As modalidades de alqueive podem afectar a distribuição dos nitratos no perfil do solo e o armazenamento e infiltração da água, influenciando assim a produção do trigo da rotação (Smika, 1990). Nos ensaios de Power et al. (1986), o tipo de mobilizações a que se sujeitou o alqueive influenciou a distribuição de azoto na camada inicial, mas o efeito na produção de trigo foi muito reduzido. Harris (1963) considera ser o alqueive ineficiente em termos de conservação da água; no entanto, na região em que conduziu o ensaio, planícies centrais dos EUA, a produção de grão de trigo foi maior nas rotações com alqueive do que nas monoculturas, e variaram directamente com a água disponível no solo no período da sementeira. López-Bellido et al. (1996) conduziram os seus ensaios na região de Córdova e concluíram que, mesmo nas estações mais secas, o alqueive não proporciona produções de trigo superiores às obtidas na rotação com fava; isto, apesar de Izaurralde et al. (1994), em condições ambientais diferentes, avaliar a evapotranspiração da fava superior em 40% aos 328 mm da cevada. O problema do armazenamento de água no período de alqueive anterior à sementeira de cereal não se coloca nas nossas condições, dado que o acidente mais usual na cultura de cereais praganosos de Inverno é sobretudo o excesso e não a escassez de precipitação, que ocorre nas fases iniciais da cultura. Daí que, entre nós, raramente o alqueive contribui para a reserva hídrica dos solos (Alves, 1986). O armazenamento de água no solo, anterior à sementeira, pode ter significado para culturas de Primavera, como o milho (Unger, 1986).

A rotação de milho, relativamente à monocultura, é capaz de tornar menos acentuado o declínio dos teores de azoto e carbono orgânico do solo, conseguindo-se maior produção de milho; no entanto, só em conjunto com fertilizações se conseguem as maiores produções e a manutenção do azoto e carbono nos níveis mais elevados (Odell et al., 1984). O teor de azoto inorgânico no solo não aumenta indefinidamente porque, além da tamponização provocada pelas produções, o sistema solo-planta actua aumentando o teor de azoto na planta, bem como as perdas gasosas do sistema, a lixiviação e a retenção na matéria orgânica (Raun & Johnson, 1995).

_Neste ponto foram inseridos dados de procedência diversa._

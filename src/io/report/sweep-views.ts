/**
 * Plots across sweep points: the error along each swept value (a slice through the
 * lowest-error point: the other swept values held at its values), and the error and SNR maps
 * over the first two swept values with both optima marked.
 */
import { sliceThrough } from '../../analysis/plot-data.ts';
import type { PipelineOperatingPoint } from '../../analysis/operating-point.ts';
import type { SweepAxis, SweepSpec } from '../../scenario/types.ts';
import { displayUnit, probability, short, showValue, withUnit } from './display.ts';
import { heatMapsSpec, sweepLineSpec } from './plots.ts';
import type { BudgetRow, SummaryRow } from './read-run.ts';
import type { PlotSpec } from './svg.ts';
import { CAUSE_COLOURS } from './theme.ts';

/** One plot along one swept value. */
export interface SweepLineView {
  axis: SweepAxis;
  spec: PlotSpec;
  /** What the other swept values are held at ('' when nothing else is swept or the points are zipped). */
  held: string;
}

/** Whether a positive axis spans enough decades to be drawn on a log scale. */
function wantsLog(axis: SweepAxis, xs: readonly number[]): boolean {
  if (xs.some((x) => !(x > 0))) return false;
  if (axis.spacing === 'log') return true;
  return Math.max(...xs) / Math.min(...xs) >= 5;
}

/** "key = value, key = value" for the given axes at a point's parameters. */
export function describeParameters(axes: readonly SweepAxis[], parameters: Record<string, number>): string {
  return axes.map((a) => `${a.key} = ${showValue(parameters[a.column]!, a.unit)}`).join(', ');
}

/** Analytic causes worth a line: those with a non-zero value somewhere on the plot. */
function causesOn(budget: readonly BudgetRow[]): string[] {
  const order = [...Object.keys(CAUSE_COLOURS).filter((c) => c !== 'total'), 'total'];
  const present = new Set(budget.filter((b) => b.analytic > 0).map((b) => b.cause));
  const known = order.filter((c) => present.has(c));
  const extra = [...present].filter((c) => !order.includes(c)).sort();
  return [...known.filter((c) => c !== 'total'), ...extra, ...(present.has('total') ? ['total'] : [])];
}

/** The error-along-each-swept-value plots of one pipeline. */
export function sweepLineViews(
  spec: SweepSpec, rows: readonly SummaryRow[], budget: readonly BudgetRow[], best: PipelineOperatingPoint, gridPoints: number,
): SweepLineView[] {
  const values = rows.map((r) => spec.axes.map((a) => r.parameters[a.column]!));
  const through = rows.findIndex((r) => r.point === best.lowestError.point);
  return spec.axes.map((axis, a) => {
    const on = spec.combine === 'zip' ? rows.map((_, i) => i) : sliceThrough(values, through, a);
    const line = on.map((i) => rows[i]!).sort((p, q) => p.parameters[axis.column]! - q.parameters[axis.column]!);
    const xs = line.map((r) => r.parameters[axis.column]!);
    const unit = displayUnit(axis.unit, Math.max(...xs.map(Math.abs)));
    const points = new Set(line.map((r) => r.point));
    const mine = budget.filter((b) => points.has(b.point) && b.state === 'all');
    const causes = causesOn(mine);
    const xOf = new Map(line.map((r) => [r.point, r.parameters[axis.column]! * unit.factor]));
    const analytic = mine.filter((b) => causes.includes(b.cause) && b.analytic > 0)
      .map((b) => ({ x: xOf.get(b.point)!, cause: b.cause, value: b.analytic }))
      .sort((p, q) => p.x - q.x);
    const simulated = line.map((r) => ({
      x: r.parameters[axis.column]! * unit.factor, rate: r.meanError.rate, low: r.meanError.low, high: r.meanError.high,
      kind: r.point >= gridPoints ? 'refinement' : 'grid point',
    }));
    const positive = [...simulated.flatMap((s) => [s.rate, s.low, s.high]), ...analytic.map((p) => p.value)].filter((v) => v > 0);
    const floor = positive.length > 0 ? Math.min(...positive) / 2 : 1e-6;
    const top = positive.length > 0 ? Math.min(1, Math.max(...positive) * 2) : 1;
    for (const s of simulated) {
      if (!(s.low > 0)) s.low = floor;
      if (!(s.rate > 0)) s.rate = floor;
    }
    const others = spec.axes.filter((_, k) => k !== a);
    const held = spec.combine === 'zip' || others.length === 0 ? '' : describeParameters(others, best.lowestError.parameters);
    return {
      axis, held,
      spec: sweepLineSpec({
        xTitle: withUnit(axis.key, unit), logX: wantsLog(axis, xs), simulated, analytic, causes,
        best: xOf.get(best.lowestError.point) ?? null, yDomain: [floor, top],
      }),
    };
  });
}

/** Text colour that reads on a ramp cell at relative position t (0 = first colour). */
function inkOn(t: number, darkFirst: boolean): string {
  const dark = darkFirst ? t < 0.45 : t > 0.55;
  return dark ? '#ffffff' : '#22303c';
}

/** The two maps over the first two swept values (others held at the optimum), or null. */
export function heatMapView(
  spec: SweepSpec, rows: readonly SummaryRow[], best: PipelineOperatingPoint,
): { spec: PlotSpec; held: string; axes: [SweepAxis, SweepAxis] } | null {
  if (spec.combine !== 'grid') return null;
  const axes = spec.axes.filter((a) => a.values.length >= 2);
  if (axes.length < 2) return null;
  const [ax, ay] = [axes[0]!, axes[1]!];
  const others = spec.axes.filter((a) => a !== ax && a !== ay);
  const at = best.lowestError.parameters;
  const grid = rows.filter((r) => others.every((o) => r.parameters[o.column] === at[o.column]))
    .filter((r) => ax.values.includes(r.parameters[ax.column]!) && ay.values.includes(r.parameters[ay.column]!));
  if (grid.length === 0) return null;
  const ux = displayUnit(ax.unit, Math.max(...ax.values.map(Math.abs)));
  const uy = displayUnit(ay.unit, Math.max(...ay.values.map(Math.abs)));
  const xLabel = (v: number) => short(v * ux.factor, 3);
  const yLabel = (v: number) => short(v * uy.factor, 3);
  const xs = [...new Set(ax.values)].sort((p, q) => p - q);
  const ys = [...new Set(ay.values)].sort((p, q) => p - q);
  const errors = grid.map((r) => r.meanError.rate).filter((e) => e > 0);
  const floor = errors.length > 0 ? Math.min(...errors) / 2 : 1e-6;
  const logRange = [Math.log(floor), Math.log(Math.max(floor * 2, ...errors))];
  const snrs = grid.map((r) => r.snr).filter(Number.isFinite);
  const snrRange = [Math.min(...snrs), Math.max(...snrs)];
  const cells = grid.map((r) => {
    const e = r.meanError.rate > 0 ? r.meanError.rate : floor;
    const te = (Math.log(e) - logRange[0]!) / ((logRange[1]! - logRange[0]!) || 1);
    const ts = (r.snr - snrRange[0]!) / ((snrRange[1]! - snrRange[0]!) || 1);
    return {
      x: xLabel(r.parameters[ax.column]!), y: yLabel(r.parameters[ay.column]!),
      error: e, errorText: r.meanError.rate > 0 ? probability(r.meanError.rate) : '0', errorInk: inkOn(te, true),
      snr: Number.isFinite(r.snr) ? r.snr : snrRange[0]!, snrText: short(r.snr, 3), snrInk: inkOn(ts, false),
    };
  });
  const mark = (p: Record<string, number>, which: string) => ({ x: xLabel(p[ax.column]!), y: yLabel(p[ay.column]!), which });
  const optima = [mark(best.lowestError.parameters, 'lowest error')];
  if (best.highestSnr) optima.push(mark(best.highestSnr.parameters, 'highest SNR'));
  return {
    axes: [ax, ay],
    held: describeParameters(others, at),
    spec: heatMapsSpec({
      xTitle: withUnit(ax.key, ux), yTitle: withUnit(ay.key, uy), xLabels: xs.map(xLabel), yLabels: ys.map(yLabel), cells, optima,
    }),
  };
}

Por outro lado, o cultivo sistemático de um solo, relativamente a uma pastagem natural, reduz os teores de N e C; estas perdas são mais acentuadas nos primeiros anos de cultivo, sobretudo se se trata das fracções lábeis (Bowman et al., 1990). Na Austrália, a maior duração da pastagem aumentou os teores de carbono orgânico e de azoto total do solo; a monocultura de trigo ou a sua rotação com alqueive reduziram esses teores e, relacionado com esta perda, degradou-se a estrutura, diminuiu a infiltração e armazenamento de água e aumentou a erosão (Grace & Oades, 1994). De acordo com Carvalho e Azevedo (1991), para elevar o teor de maté-ria orgânica de um solo, o melhor método é o da inclusão de pastagens nas rotações. No entanto, em prados pastoreados, a perda de azoto é condicionada pela deposição de fezes e urina dos animais, proporção de trevo na pastagem e pela época do ano (Cuttle et al., 1996).

Citando Almeida Alves (1993): “Praticar sistemas culturais que satisfaçam as nossas preocupações crescentes vai sendo cada vez mais difícil, exigindo muito mais atenção a factores até agora considerados de menor importância, cada vez melhor conhecimento da agricultura que fazemos”. Este trabalho procura clarificar a influência de sistemas culturais conduzidos em ambiente mediterrânico, nomeadamente, no ciclo do azoto do solo.

 

MATERIAL E MÉTODOS

O ensaio foi instalado na Quinta de Prados da Universidade de Trás-os-Montes e Alto Douro em Vila Real em condições descritas pormenorizadamente em trabalho anterior (Castro et al., 2007).

O ensaio incluiu a rotação tradicional das condições de sequeiro da região, cereal-alqueive (TA) e rotações alternativas susceptíveis de serem adoptadas nestas condições, as bienais cereal-leguminosa (TL), cerealconsociação forrageira (TC) e a plurianual cereal-prado de sequeiro (TP).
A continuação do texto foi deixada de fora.